May 15, 2016

THE TRUMP METHOD OF CAMPAIGNING







WASHINGTON POST DAILY 202


“Please hold for Mr. Trump.”


Those words have been heard across the media landscape by countless producers and reporters as the presumptive Republican nominee makes the rounds on television, radio, and print — and then makes the rounds again. He is everywhere, often seen sitting with his eyes narrowed across from a cable host, at other times just a voice.


But the saturation is more than a victory tour for Trump. It is indicative of how he plans to approach the general-election campaign. Instead of relying on traditional methods of communication — paid advertising, carefully-chosen interviews, corporate-crafted Facebook posts — he will be the medium and the message, unpredictable and always around.


Trump’s daily routine: hundreds of requests come in through his trusted press aide, Hope Hicks, and they get piled on his desk. (Trump likes to review actual printed documents.) He rifles through them — confirming this, nixing that. But that isn’t the end. He keeps close watch on cable news, he monitors the headlines (which are also printed out). He’ll call into one network while another sets up backstage. And eventually he turns to Twitter, typing himself or dictating to an associate.

For Democrats and Republicans, the obvious consequence of Trump’s ubiquity is that regardless of what they want to focus on, they will likely be forced to respond each day to the mogul’s latest whim. He looms each hour as a constant potential disturbance, for better or for worse.

Donald Trump, left, speaks with John Dickerson on "Face The Nation" in New York. (John Paul Filo/CBS via AP) 

To get a sense of why Trump is following an unusual playbook all his own, The Washington Post spoke with longtime Trump confidant Roger Stone, a Nixon-loving bon vivant and ruthless strategist who has been at the billionaire’s side for decades (although he is not part of Trump’s campaign).

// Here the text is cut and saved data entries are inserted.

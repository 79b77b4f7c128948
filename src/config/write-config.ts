import { isMap, isScalar, isSeq, parseDocument, type Document, type Node, type YAMLMap, type YAMLSeq } from 'yaml';
import { InputError } from '../errors/input-error.js';
import { literalGlob } from './escape-glob.js';
import { compileGlobs } from './glob-matcher.js';
import { parseConfig } from './load.js';
import { settingsFor } from './rules.js';
import type { Config, Family, Transform } from './types.js';

/** One metric's settings to write into its own rule, with the reason written beside it. */
export interface RuleEdit {
  metric: string;
  cutoff?: number;
  transform?: 'log';
  reason: string;
}

/** The `defaults` keys `--write` may set. */
export interface DefaultsEdit {
  cutoff?: number;
  transform?: Transform;
  sharedMove?: boolean;
  changePoints?: boolean;
}

/** What `--write` puts into a config: defaults keys, top-level keys and per-metric rules. */
export interface ConfigEdit {
  defaults?: DefaultsEdit;
  family?: Family;
  /** The per-run budget as a share (0.01 is written `1%`). */
  budget?: number;
  rules?: readonly RuleEdit[];
}

/** A replacement of text[start, end) by `text`. */
interface Splice {
  start: number;
  end: number;
  text: string;
}

type Scalar = number | string | boolean;

/**
 * Writes settings into a config's text, keeping the user's comments, key order and formatting
 * byte for byte wherever it can: the YAML is parsed with yaml's Document API only to find node
 * positions, and the edits are spliced into the original text —
 * - a `defaults` key or a top-level key (family, budget): its value replaced in place (a comment
 *   beside it stays), or a line inserted at the top of a block `defaults:` (a top-level key: at
 *   the end), or a new `defaults:` section at the end;
 * - a per-metric rule: the metric's own literal rule edited in place when it already sets that key
 *   and no later rule also matches the metric, else a new rule (with a comment saying why)
 *   appended to the end of `metrics:` (a later rule wins).
 * Flow-style sections (`defaults: {cutoff: 0.01}`) are edited through the Document instead
 * (comments and order kept, spacing normalised).
 * Refuses (InputError with file:line:col) a text that is not a valid config, and checks that the
 * result reads back (src/config/load.ts) to the settings asked for. An empty text gives a new config.
 * @example applyConfigEdit('defaults:\n  cutoff: 0.01 # strict\n', 'b.yml', { defaults: { cutoff: 0.001 } }) // 'defaults:\n  cutoff: 0.001 # strict\n'
 */
export function applyConfigEdit(text: string, source: string, edit: ConfigEdit): string {
  parseConfig(text, source);
  const rules = (edit.rules ?? []).filter((r) => literalGlob(r.metric) !== undefined);
  const defaults = defaultsPairs(edit.defaults ?? {});
  const top: [string, Scalar][] = [];
  if (edit.family !== undefined) top.push(['family', edit.family]);
  if (edit.budget !== undefined) top.push(['budget', `${Number((100 * edit.budget).toPrecision(6))}%`]);
  const out = spliceEdit(text, defaults, top, rules) ?? documentEdit(text, defaults, top, rules);
  const config = parseConfig(out, source);
  if (!readsBack(config, edit, rules)) {
    throw new InputError('could not write the settings so that they read back as asked; the config was not changed', {
      where: source,
      fix: 'edit the config by hand with the settings printed above',
    });
  }
  return out;
}

function defaultsPairs(d: DefaultsEdit): [string, Scalar][] {
  const pairs: [string, Scalar | undefined][] = [
    ['cutoff', d.cutoff],
    ['transform', d.transform],
    ['shared-move', d.sharedMove],
    ['change-points', d.changePoints],
  ];
  return pairs.filter((p): p is [string, Scalar] => p[1] !== undefined);
}

function readsBack(config: Config, edit: ConfigEdit, rules: readonly RuleEdit[]): boolean {
  const d = edit.defaults ?? {};
  const got = config.defaults;
  if (d.cutoff !== undefined && got.cutoff !== d.cutoff) return false;
  if (d.transform !== undefined && got.transform !== d.transform) return false;
  if (d.sharedMove !== undefined && got.sharedMove !== d.sharedMove) return false;
  if (d.changePoints !== undefined && got.changePoints !== d.changePoints) return false;
  if (edit.family !== undefined && config.family !== edit.family) return false;
  if (edit.budget !== undefined && Math.abs(config.budget - edit.budget) > 1e-12 * edit.budget) return false;
  return rules.every((rule) => {
    const s = settingsFor(config, rule.metric);
    return (
      (rule.cutoff === undefined || s.cutoff === rule.cutoff) &&
      (rule.transform === undefined || s.transform === rule.transform)
    );
  });
}

/** The splice strategy; undefined when the layout needs the Document fallback. */
function spliceEdit(
  text: string,
  defaultsKeys: readonly [string, Scalar][],
  topKeys: readonly [string, Scalar][],
  rules: readonly RuleEdit[],
): string | undefined {
  const doc = parseDocument(text);
  const root = doc.contents;
  if (root !== null && !(isMap(root) && !root.flow)) return undefined;
  const splices: Splice[] = [];
  const tail: string[] = [];
  const defaults = root?.get('defaults', true) as Node | undefined;
  if (defaultsKeys.length > 0) {
    if (defaults === undefined || (isScalar(defaults) && defaults.value === null && !text.includes('{')))
      tail.push(`defaults:\n${defaultsKeys.map(([k, v]) => `  ${k}: ${v}\n`).join('')}`);
    else if (!isMap(defaults) || defaults.flow || defaults.items.length === 0) return undefined;
    else {
      const first = defaults.items[0]!.key as Node;
      const lineStart = text.lastIndexOf('\n', first.range![0] - 1) + 1;
      const indent = ' '.repeat(first.range![0] - lineStart);
      const inserted: string[] = [];
      for (const [key, v] of defaultsKeys) {
        const value = defaults.get(key, true);
        if (isScalar(value) && value.range)
          splices.push({ start: value.range[0], end: value.range[1], text: String(v) });
        else if (value !== undefined) return undefined;
        else inserted.push(`${indent}${key}: ${v}\n`);
      }
      if (inserted.length > 0) splices.push({ start: lineStart, end: lineStart, text: inserted.join('') });
    }
  }
  for (const [key, v] of topKeys) {
    const value = root?.get(key, true);
    if (isScalar(value) && value.range) splices.push({ start: value.range[0], end: value.range[1], text: String(v) });
    else if (value !== undefined) return undefined;
    else tail.push(`${key}: ${v}\n`);
  }
  const metrics = root?.get('metrics', true) as Node | undefined;
  const appended: RuleEdit[] = [];
  for (const rule of rules) {
    const edited = metrics !== undefined && isSeq(metrics) ? editInPlace(metrics, rule) : undefined;
    if (edited === undefined) appended.push(rule);
    else splices.push(...edited);
  }
  if (appended.length > 0) {
    if (metrics === undefined) tail.push(`metrics:\n${appended.map((r) => ruleText(r, '  ')).join('')}`);
    else if (!isSeq(metrics) || metrics.flow || metrics.items.length === 0) return undefined;
    else {
      const firstItem = metrics.items[0] as Node;
      const dashLine = text.lastIndexOf('\n', firstItem.range![0] - 1) + 1;
      const indent = /^ */.exec(text.slice(dashLine))![0];
      const end = metrics.range![1];
      const at = end > 0 && text[end - 1] === '\n' ? end : lineEnd(text, end);
      splices.push({
        start: at,
        end: at,
        text:
          (at === text.length && !text.endsWith('\n') ? '\n' : '') + appended.map((r) => ruleText(r, indent)).join(''),
      });
    }
  }
  let out = text;
  for (const s of splices.sort((a, b) => b.start - a.start)) out = out.slice(0, s.start) + s.text + out.slice(s.end);
  if (tail.length > 0) out += (out === '' || out.endsWith('\n') ? '' : '\n') + tail.join('');
  return out;
}

/** Offset just past the end of the line holding `offset` (or the text's end). */
function lineEnd(text: string, offset: number): number {
  const nl = text.indexOf('\n', offset);
  return nl < 0 ? text.length : nl + 1;
}

/** Value splices for a rule already written for this metric alone, when it is the last to match it and sets every key. */
function editInPlace(metrics: YAMLSeq, rule: RuleEdit): Splice[] | undefined {
  const own = ownRuleIndex(metrics, rule);
  if (own < 0) return undefined;
  const map = metrics.items[own] as YAMLMap;
  const splices: Splice[] = [];
  for (const [key, value] of [
    ['cutoff', rule.cutoff],
    ['transform', rule.transform],
  ] as const) {
    if (value === undefined) continue;
    const node = map.get(key, true);
    if (!isScalar(node) || !node.range) return undefined;
    splices.push({ start: node.range[0], end: node.range[1], text: String(value) });
  }
  return splices;
}

/** Index of the metric's own literal rule when no later rule matches it, else -1. */
function ownRuleIndex(metrics: YAMLSeq, rule: RuleEdit): number {
  const glob = literalGlob(rule.metric)!;
  const globsOf = (item: unknown): string[] => {
    if (!isMap(item)) return [];
    const m = (item.toJSON() as { match?: unknown }).match;
    return typeof m === 'string' ? [m] : Array.isArray(m) ? m.filter((x): x is string => typeof x === 'string') : [];
  };
  let own = -1;
  metrics.items.forEach((item, i) => {
    const globs = globsOf(item);
    if (globs.length === 1 && globs[0] === glob && (item as YAMLMap).get('ignore') !== true) own = i;
  });
  if (own < 0) return -1;
  const later = metrics.items.slice(own + 1).some((item) => {
    const globs = globsOf(item);
    return globs.length > 0 && compileGlobs(globs)(rule.metric);
  });
  return later ? -1 : own;
}

/** A new rule as block YAML at the given dash indent, with a comment saying why. */
function ruleText(rule: RuleEdit, indent: string): string {
  const lines = [
    `${indent}# suggested by bellgate tune: ${oneLine(rule.reason)}`,
    `${indent}- match: ${JSON.stringify(literalGlob(rule.metric))}`,
  ];
  if (rule.cutoff !== undefined) lines.push(`${indent}  cutoff: ${rule.cutoff}`);
  if (rule.transform !== undefined) lines.push(`${indent}  transform: ${rule.transform}`);
  return `${lines.join('\n')}\n`;
}

function oneLine(s: string): string {
  return s.replace(/[\u0000-\u001f\u007f\u2028\u2029]+/g, ' ');
}

/** The Document fallback for flow-style or empty sections: nodes edited, comments and order kept. */
function documentEdit(
  text: string,
  defaultsKeys: readonly [string, Scalar][],
  topKeys: readonly [string, Scalar][],
  rules: readonly RuleEdit[],
): string {
  const doc = parseDocument(text);
  if (doc.contents === null || (isScalar(doc.contents) && doc.contents.value === null))
    doc.contents = doc.createNode({}) as unknown as typeof doc.contents;
  for (const [key, v] of defaultsKeys) setScalar(doc, ['defaults', key], v);
  for (const [key, v] of topKeys) setScalar(doc, [key], v);
  for (const rule of rules) {
    let seq = doc.get('metrics', true);
    if (!isSeq(seq)) {
      seq = doc.createNode([]);
      doc.set('metrics', seq);
    }
    const metrics = seq as YAMLSeq;
    const own = ownRuleIndex(metrics, rule);
    if (own >= 0) {
      const map = metrics.items[own] as YAMLMap;
      if (rule.cutoff !== undefined) setScalar(map, ['cutoff'], rule.cutoff);
      if (rule.transform !== undefined) setScalar(map, ['transform'], rule.transform);
      continue;
    }
    const node = doc.createNode({
      match: literalGlob(rule.metric)!,
      ...(rule.cutoff === undefined ? {} : { cutoff: rule.cutoff }),
      ...(rule.transform === undefined ? {} : { transform: rule.transform }),
    });
    node.commentBefore = ` suggested by bellgate tune: ${oneLine(rule.reason)}`;
    metrics.items.push(node);
  }
  return doc.toString({ flowCollectionPadding: false });
}

/** Sets a scalar, editing an existing scalar node in place so its comments stay. */
function setScalar(target: Document | YAMLMap, path: string[], value: Scalar): void {
  const node = target.getIn(path, true);
  if (isScalar(node)) node.value = value;
  else target.setIn(path, value);
}
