/**
 * Levenshtein edit distance (insertions, deletions, substitutions each cost 1), by the classic
 * two-row dynamic programme (Wagner & Fischer 1974). O(|a| * |b|) time, O(|b|) memory.
 * @example editDistance('cuttoff', 'cutoff') // 1
 */
export function editDistance(a: string, b: string): number {
  let previous = Array.from({ length: b.length + 1 }, (_, j) => j);
  for (let i = 1; i <= a.length; i++) {
    const current = [i];
    for (let j = 1; j <= b.length; j++) {
      const cost = a[i - 1] === b[j - 1] ? 0 : 1;
      current[j] = Math.min(previous[j]! + 1, current[j - 1]! + 1, previous[j - 1]! + cost);
    }
    previous = current;
  }
  return previous[b.length]!;
}

/** Case, dashes, underscores and spaces are what people most often get "wrong" in a key. */
function normalise(word: string): string {
  return word.toLowerCase().replace(/[-_\s]/g, '');
}

/**
 * The candidate a mistyped word most likely meant, or undefined when none is close: equal after
 * ignoring case, '-', '_' and spaces (`minRuns`, `min_runs` -> `min-runs`), else within an edit
 * distance of about a third of the candidate's length (`cuttoff` -> `cutoff`).
 * @example didYouMean('tolerence', ['cutoff', 'tolerance']) // 'tolerance'
 */
export function didYouMean(word: string, candidates: readonly string[]): string | undefined {
  if (word.length > 64) return undefined;
  const plain = normalise(word);
  let best: string | undefined;
  let bestDistance = Infinity;
  for (const candidate of candidates) {
    const target = normalise(candidate);
    if (target === plain) return candidate;
    const distance = editDistance(plain, target);
    if (distance <= Math.max(1, Math.floor(target.length / 3)) && distance < bestDistance) {
      best = candidate;
      bestDistance = distance;
    }
  }
  return best;
}
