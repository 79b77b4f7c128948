import picomatch from 'picomatch';

/** Tests one metric name against a rule's globs. */
export type NameMatcher = (name: string) => boolean;

// Metric names are not paths: a leading '.' is an ordinary character (dot: true), and '\' is
// never a separator, whatever the operating system (windows: false).
const OPTIONS = { dot: true, windows: false } as const;

// One matcher per globs array (a rule's or group's `match`), so settingsFor compiles each rule once.
const compiled = new WeakMap<readonly string[], NameMatcher>();

/**
 * Compiles a rule's globs (picomatch syntax) into one matcher: a name matches when it matches at
 * least one plain glob and no glob starting with '!' (only '!' globs: everything but those).
 * Metric names contain '/', and `*` stays within one '/' segment while `**` crosses segments:
 * `throughput/*` matches `throughput/home` but not `throughput/api/v2`; `size/**` matches both
 * `size/app.js` and `size/assets/logo.svg`. Compiled once per globs array.
 * Throws picomatch's error for a pattern it cannot compile (to-config.ts reports it with line:column).
 * @example compileGlobs(['latency/*', '!latency/calibrate'])('latency/render') // true
 */
export function compileGlobs(globs: readonly string[]): NameMatcher {
  const known = compiled.get(globs);
  if (known) return known;
  const plain = globs.filter((g) => !g.startsWith('!'));
  const negated = globs.filter((g) => g.startsWith('!')).map((g) => g.slice(1));
  const include = plain.length > 0 ? picomatch(plain, OPTIONS) : () => true;
  const exclude = negated.length > 0 ? picomatch(negated, OPTIONS) : () => false;
  const matcher = (name: string) => include(name) && !exclude(name);
  compiled.set(globs, matcher);
  return matcher;
}

/**
 * True when the glob has no wildcard or brace characters, so it names exactly one metric.
 * @example isLiteralGlob('latency/calibrate') // true
 */
export function isLiteralGlob(glob: string): boolean {
  return !picomatch.scan(glob).isGlob && !glob.startsWith('!');
}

Stone said that Trump’s manner, forged in the Manhattan tabloid and business wars of the 1980s, could weather more blows and brushbacks than the typical national politician and thus made the candidate more willing and able to use his persona as his most prominent campaign tool.
“Trump is going to eschew everything the establishment and the press think he should be doing to have a total grassroots communications strategy,” Stone said in the interview. “He’ll be all over the media, doing as many interviews as he can, calling into radio shows, and having wall-to-wall rallies that get broadcast on the cable channels.”


“Remember,” he added, “those rallies also get you to dominate the local news. So you’re all over the local channels, all over the national, wall-to-wall and free.”

 A blunt speaking style, a repetition on three issues, and you combine that with a sour and suffering electorate and it all worked,” Stone said.
“He’s not programmable. There was a time 30 years ago I tried to put words in his mouth but it didn’t take. You can tell him concepts. But he doesn’t want to take someone else’s words. He’s not comfortable doing it. He’d rather watch the culture, the news, pick up what he can.”
“No one knew what he is going to do. I still don’t know what he’ll do,” Stone said.

Neither do most Republicans and Democrats. The only guarantee: he'll be on TV, and nearly everywhere else, soon.